### [Description of the task]
Show each line of the data below that has the string "async" in it.

Material for this task below:

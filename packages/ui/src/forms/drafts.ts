/** What was typed into a form, kept in this tab until it is saved or thrown away. */
const prefix = 'evenrule.form.'

export function readDraft(key: string | undefined): unknown {
  if (!key) return undefined
  try {
    const text = sessionStorage.getItem(prefix + key)
    return text === null ? undefined : (JSON.parse(text) as unknown)
  } catch {
    return undefined
  }
}

export function writeDraft(key: string | undefined, values: unknown): void {
  if (!key) return
  try {
    if (values === undefined) sessionStorage.removeItem(prefix + key)
    else sessionStorage.setItem(prefix + key, JSON.stringify(values))
  } catch {
    // Storage may be closed or full: the form still holds what was typed while the page is open.
  }
}

/** Forgets every draft of this tab: at sign-out and when the organisation is switched. */
export function clearDrafts(): void {
  try {
    const keys = Array.from({ length: sessionStorage.length }, (_, at) => sessionStorage.key(at))
    for (const key of keys) if (key?.startsWith(prefix)) sessionStorage.removeItem(key)
  } catch {
    // Nothing was kept.
  }
}
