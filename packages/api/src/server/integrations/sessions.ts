import { createHmac } from 'node:crypto'
import connectPgSimple from 'connect-pg-simple'
import type { Request, RequestHandler, Response } from 'express'
import session from 'express-session'
import pg from 'pg'
import type { Side } from '../../contract/access'
import type { Config } from '../config'
import { absoluteLimit, idleLimit } from '../http/session'

/** Sessions on the server, in a database schema and under a role of their own. */
export interface Sessions {
  /** Puts `request.session` in place, and drops a person whose absolute limit has passed. */
  middleware(side: Side): RequestHandler
  /** Ends the session of this request and takes the cookie away. */
  end(request: Request, response: Response, side: Side): Promise<void>
  /** Ends every session of a person in both apps; resolves with their number. */
  endAllOf(userId: string): Promise<number>
  close(): Promise<void>
}

type Settings = Pick<Config, 'sessionDatabaseUrl' | 'sessionSecret' | 'origins'>

export function openSessions(
  { sessionDatabaseUrl, sessionSecret, origins }: Settings,
  clock: () => Date = () => new Date(),
): Sessions {
  const pool = new pg.Pool({
    connectionString: sessionDatabaseUrl,
    max: 4,
    application_name: 'evenrule-session',
  })
  // An idle client that loses its server must not take the process down; the next query reconnects.
  pool.on('error', () => undefined)
  const Store = connectPgSimple(session)
  const store = new Store({ pool, schemaName: 'session', tableName: 'session', pruneSessionInterval: 900 })

  const isSecure = (side: Side) => origins[side].startsWith('https:')
  // Cookies ignore ports, so each app has a name of its own; and a key of its own, so that neither takes the other's.
  const nameOf = (side: Side) => `${isSecure(side) ? '__Host-' : ''}evenrule-${side}`
  const secretOf = (side: Side) => createHmac('sha256', sessionSecret).update(side).digest('hex')
  const cookieOf = (side: Side) => ({
    httpOnly: true,
    // Strict would break the return from the provider.
    sameSite: 'lax' as const,
    secure: isSecure(side),
    path: '/',
  })

  return {
    middleware(side) {
      const load = session({
        store,
        name: nameOf(side),
        secret: secretOf(side),
        resave: false,
        saveUninitialized: false,
        rolling: true,
        proxy: isSecure(side),
        cookie: { ...cookieOf(side), maxAge: idleLimit },
      })
      return (request, response, next) =>
        load(request, response, (error?: unknown) => {
          if (error) return next(error)
          const { person } = request.session
          if (person && clock().getTime() - Date.parse(person.signedInAt) > absoluteLimit)
            return request.session.regenerate(next)
          next()
        })
    },

    async end(request, response, side) {
      await new Promise<void>((resolve, reject) =>
        request.session.destroy((error: unknown) => (error ? reject(error as Error) : resolve())),
      )
      response.clearCookie(nameOf(side), cookieOf(side))
    },

    async endAllOf(userId) {
      const { rowCount } = await pool.query(
        "delete from session.session where sess -> 'person' ->> 'userId' = $1",
        [userId],
      )
      return rowCount ?? 0
    },

    async close() {
      store.close()
      await pool.end()
    },
  }
}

End of Material for this task.

### [Response area]
    async end(request, response, side) {
    async endAllOf(userId) {
    async close() {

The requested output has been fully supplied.